Когда я пришёл в Сирилунн, Уле-Мужик имел там стычку с Колодой из-за собственной жены — Брамапутры. Брамапутра, Брамапутра — опять она за своё, вот безумная! И всё-то ей нипочём, и вечно она выходит сухая из воды, с самым невинным видом, даже если её накроют на месте. «Постыдились бы!» — вот что сказала она двоим соперникам при моём появлении.
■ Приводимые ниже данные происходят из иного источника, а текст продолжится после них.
impl TestState {
    /// Every state, in rank order.
    pub const ALL: [TestState; 6] = [
        TestState::DiffersMaterial,
        TestState::Differs,
        TestState::DiffersDependent,
        TestState::NoEvidence,
        TestState::TooFewToCompare,
        TestState::TooLittleData,
    ];

    /// The stable name stored in the database and written in JSON and CSV.
    pub fn as_str(self) -> &'static str {
        match self {
            TestState::DiffersMaterial => "differs_material",
            TestState::Differs => "differs",
            TestState::DiffersDependent => "differs_dependent",
            TestState::NoEvidence => "no_evidence",
            TestState::TooFewToCompare => "too_few_to_compare",
            TestState::TooLittleData => "too_little_data",
        }
    }

    /// The state of a stable name, `None` for an unknown one.
    pub fn parse(name: &str) -> Option<TestState> {
        TestState::ALL.into_iter().find(|s| s.as_str() == name)
    }

    /// Human wording for terminal output.
    pub fn label(self) -> &'static str {
        match self {
            TestState::DiffersMaterial => "differs and material",
            TestState::Differs => "differs",
            TestState::DiffersDependent => "differs? not independent",
            TestState::NoEvidence => "no evidence",
            TestState::TooFewToCompare => "too few values to compare",
            TestState::TooLittleData => "too little data",
        }
    }

    /// Sort rank: differs and material first.
    pub fn rank(self) -> u8 {
        self as u8
    }

    /// Whether the state is a flag (a difference the engineer should act on).
    pub fn is_flag(self) -> bool {
        matches!(self, TestState::DiffersMaterial | TestState::Differs)
    }
}

impl fmt::Display for TestState {
    fn fmt(&self, f: &mut fmt::Formatter<'_>) -> fmt::Result {
        f.write_str(self.as_str())
    }
}

/// The test that decides a flag.
#[derive(Debug, Clone, Copy, PartialEq, Eq, Hash, Serialize, JsonSchema)]
#[serde(rename_all = "snake_case")]
pub enum LeadingTest {
    /// The classic one-way F test.
    ClassicF,
    /// Welch's ANOVA.
    Welch,
    /// The exact permutation test of constant groups (a coarse gauge).
    ExactPermutation,
    /// Brown and Forsythe's F* test of means.
    FStar,
    /// Welch's statistic with its p-value from the bootstrap-t.
    #[serde(rename = "welch_bootstrap_t")]
    WelchBootstrap,
    /// The F test of the factor with the subgroups as blocks (additive two-way model).
    BlockedF,
}

impl LeadingTest {
    /// Every leading test.
    pub const ALL: [LeadingTest; 6] = [
        LeadingTest::ClassicF,
        LeadingTest::Welch,
        LeadingTest::ExactPermutation,
        LeadingTest::FStar,
        LeadingTest::WelchBootstrap,
        LeadingTest::BlockedF,
    ];

    /// The stable name stored and written in JSON and CSV.
    pub fn as_str(self) -> &'static str {
        match self {
            LeadingTest::ClassicF => "classic_f",
            LeadingTest::Welch => "welch",
            LeadingTest::ExactPermutation => "exact_permutation",
            LeadingTest::FStar => "f_star",
            LeadingTest::WelchBootstrap => "welch_bootstrap_t",
            LeadingTest::BlockedF => "blocked_f",
        }
    }

    /// The test of a stable name, `None` for an unknown one.
    pub fn parse(name: &str) -> Option<LeadingTest> {
        LeadingTest::ALL.into_iter().find(|m| m.as_str() == name)
    }

    /// A short name for a table column.
    pub fn short(self) -> &'static str {
        match self {
            LeadingTest::ClassicF => "F",
            LeadingTest::Welch => "Welch F",
            LeadingTest::ExactPermutation => "exact",
            LeadingTest::FStar => "F*",
            LeadingTest::WelchBootstrap => "Welch boot",
            LeadingTest::BlockedF => "F blocked",
        }
    }

    /// The method's name in words (the report's tables).
    pub fn label(self) -> &'static str {
        match self {
            LeadingTest::ClassicF => "classic F",
            LeadingTest::Welch => "Welch",
            LeadingTest::ExactPermutation => "exact permutation",
            LeadingTest::FStar => "Brown-Forsythe F*",
            LeadingTest::WelchBootstrap => "Welch, bootstrap-t p",
            LeadingTest::BlockedF => "F with subgroups as blocks",
        }
    }
}

impl From<crate::stats::oneway::LeadingMethod> for LeadingTest {
    fn from(m: crate::stats::oneway::LeadingMethod) -> Self {
        use crate::stats::oneway::LeadingMethod as M;
        match m {
            M::ClassicF => LeadingTest::ClassicF,
            M::Welch => LeadingTest::Welch,
            M::ExactPermutation => LeadingTest::ExactPermutation,
            M::FStar => LeadingTest::FStar,
            M::WelchBootstrap => LeadingTest::WelchBootstrap,
        }
    }
}

/// The sampling design a test used (see `analysis::design`).
#[derive(Debug, Clone, Copy, PartialEq, Eq, Hash, Serialize, JsonSchema)]
#[serde(rename_all = "snake_case")]
pub enum DesignKind {
    /// Every value counted as independent (no subgroups; the serial-dependence check applies).
    Independent,
    /// The factor is constant within every subgroup: tested on subgroup means.
    Nested,
    /// The factor varies within subgroups: the subgroups are blocks.
    Blocked,
    /// Mixed subgroups: tested on the means of the subgroup x level cells.
    CellMeans,
}

impl DesignKind {
    /// Every design.
    pub const ALL: [DesignKind; 4] = [
        DesignKind::Independent,
        DesignKind::Nested,
        DesignKind::Blocked,
        DesignKind::CellMeans,
    ];

    /// The stable name stored and written in JSON.
    pub fn as_str(self) -> &'static str {
        match self {
            DesignKind::Independent => "independent",
            DesignKind::Nested => "nested",
            DesignKind::Blocked => "blocked",
            DesignKind::CellMeans => "cell_means",
        }
    }

    /// The design of a stable name, `None` for an unknown one.
    pub fn parse(name: &str) -> Option<DesignKind> {
        DesignKind::ALL.into_iter().find(|d| d.as_str() == name)
    }

    /// A short name for a table column.
    pub fn short(self) -> &'static str {
        match self {
            DesignKind::Independent => "values",
            DesignKind::Nested => "nested",
            DesignKind::Blocked => "blocked",
            DesignKind::CellMeans => "cells",
        }
    }
}

/// An interval `{low, high}`.
#[derive(Debug, Clone, Copy, PartialEq, Default, Serialize, JsonSchema)]
pub struct Interval {
    /// Lower end.
    pub low: f64,
    /// Upper end.
    pub high: f64,
}

/// An interval whose ends may be unavailable (each `null` then has its reason in JSON).
#[derive(Debug, Clone, Copy, PartialEq, Default, Serialize, JsonSchema)]
pub struct OptInterval {
    /// Lower end.
    pub low: Option<f64>,
    /// Upper end.
    pub high: Option<f64>,
}

/// A test with a statistic and its p-value (the requirement checks).
#[derive(Debug, Clone, Copy, PartialEq, Default, Serialize, JsonSchema)]
pub struct StatP {
    /// The test statistic.
    pub statistic: Option<f64>,
    /// Its p-value.
    pub p: Option<f64>,
}

/// The sampling design of a test and its subgroup counts.
#[derive(Debug, Clone, Copy, PartialEq, Default, Serialize, JsonSchema)]
pub struct DesignResult {
    /// The design (`None` for runs stored before designs were recorded).
    pub kind: Option<DesignKind>,
    /// Subgroups in the test's values (`None`: none known).
    pub n_subgroups: Option<u64>,
    /// Variance between subgroups within a level.
    pub var_subgroups: Option<f64>,
    /// Its share of the total variance.
    pub share_subgroups: Option<f64>,
    /// Interval of `var_subgroups` (nested designs: modified large-sample, Graybill and Wang
    /// 1980).
    pub var_subgroups_ci: OptInterval,
}

/// The serial-dependence check of values tested as independent.
#[derive(Debug, Clone, Copy, PartialEq, Default, Serialize, JsonSchema)]
pub struct SerialResult {
    /// Pooled lag-1 serial correlation of the residuals within groups, in time order.
    pub r1: Option<f64>,
    /// Its standardized form.
    pub z: Option<f64>,
    /// One-sided p-value.
    pub p: Option<f64>,
}

/// The leading test: which, why, and what it gave.
#[derive(Debug, Clone, PartialEq, Default, Serialize, JsonSchema)]
pub struct LeadingResult {
    /// The test (`None` when none could run).
    pub method: Option<LeadingTest>,
    /// Why it leads (or why the rule declined to judge).
    pub reason: Option<String>,
    /// Its statistic.
    pub statistic: Option<f64>,
    /// Its p-value.
    pub p: Option<f64>,
    /// Whether Kruskal-Wallis is recommended in addition (clearly non-normal small groups).
    pub recommend_kruskal_wallis: Option<bool>,
}

/// The classic ANOVA table.
#[derive(Debug, Clone, Copy, PartialEq, Default, Serialize, JsonSchema)]
pub struct AnovaResult {
    /// F statistic.
    pub f: Option<f64>,
    /// Between-group degrees of freedom.
    pub df_between: Option<f64>,
    /// Within-group degrees of freedom.
    pub df_within: Option<f64>,
    /// p-value of F.
    pub p: Option<f64>,
    /// Between-group sum of squares.
    pub ss_between: Option<f64>,
    /// Within-group sum of squares.
    pub ss_within: Option<f64>,
    /// Within-group mean square.
    pub ms_within: Option<f64>,
    /// Share of the total sum of squares between groups.
    pub r_squared: Option<f64>,
    /// Residual (within-group) SD.
    pub resid_sd: Option<f64>,
}

/// Welch's ANOVA.
#[derive(Debug, Clone, Copy, PartialEq, Default, Serialize, JsonSchema)]
pub struct WelchResult {
    /// Welch's F.
    pub f: Option<f64>,
    /// Numerator df.
    pub df1: Option<f64>,
    /// Denominator df.
    pub df2: Option<f64>,
    /// p-value.
    pub p: Option<f64>,
}

/// Kruskal-Wallis H with tie correction.
#[derive(Debug, Clone, Copy, PartialEq, Default, Serialize, JsonSchema)]
pub struct KruskalResult {
    /// H.
    pub h: Option<f64>,
    /// p-value.
    pub p: Option<f64>,
}

/// Shapiro-Wilk on the residuals.
#[derive(Debug, Clone, Copy, PartialEq, Default, Serialize, JsonSchema)]
pub struct ShapiroResult {
    /// W.
    pub w: Option<f64>,
    /// p-value.
    pub p: Option<f64>,
}

/// Effect sizes.
#[derive(Debug, Clone, Copy, PartialEq, Default, Serialize, JsonSchema)]
pub struct EffectResult {
    /// eta².
    pub eta_squared: Option<f64>,
    /// omega².
    pub omega_squared: Option<f64>,
}

/// Variance components of the random-effects model.
#[derive(Debug, Clone, Copy, PartialEq, Default, Serialize, JsonSchema)]
pub struct ComponentsResult {
    /// Between-group component.
    pub between: Option<f64>,
    /// Within-group (within-subgroup) component.
    pub within: Option<f64>,
    /// The between-group share of the total.
    pub share_between: Option<f64>,
    /// Intraclass correlation.
    pub icc: Option<f64>,
    /// Its confidence interval.
    pub icc_ci: OptInterval,
    /// Interval of `between` (modified large-sample; for a nested design over its levels).
    pub between_ci: OptInterval,
    /// Interval of `within` (chi-square).
    pub within_ci: OptInterval,
}

/// The group that stands out most from the grand mean.
#[derive(Debug, Clone, PartialEq, Default, Serialize, JsonSchema)]
pub struct StandsOut {
    /// Its name.
    pub level: Option<String>,
    /// Its mean minus the grand mean, in units.
    pub diff: Option<f64>,
    /// The same in within-group SDs.
    pub sd_units: Option<f64>,
    /// The same in % of the tolerance width.
    pub pct_tolerance: Option<f64>,
}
Уле-Мужик ничего не видел, не слышал, он задыхался и метался по кухне. Колода же, напротив, стоял неподвижно, прислонясь к кухонной стене и защитив себя с тылу. Стоял, как на обрубках, на своих коротеньких ножках, а торс его был огромный, могучий — ну, совершенное чудище.

Безумная, безумная ночь.

Утром баронесса была нежна, предупредительна, истомно бледна. Она будто всё боялась кого-нибудь задеть ненароком. И на лице её было то беспомощное, виноватое выражение, как тогда, когда ей случалось что-то бухнуть не подумавши и выходила неловкость.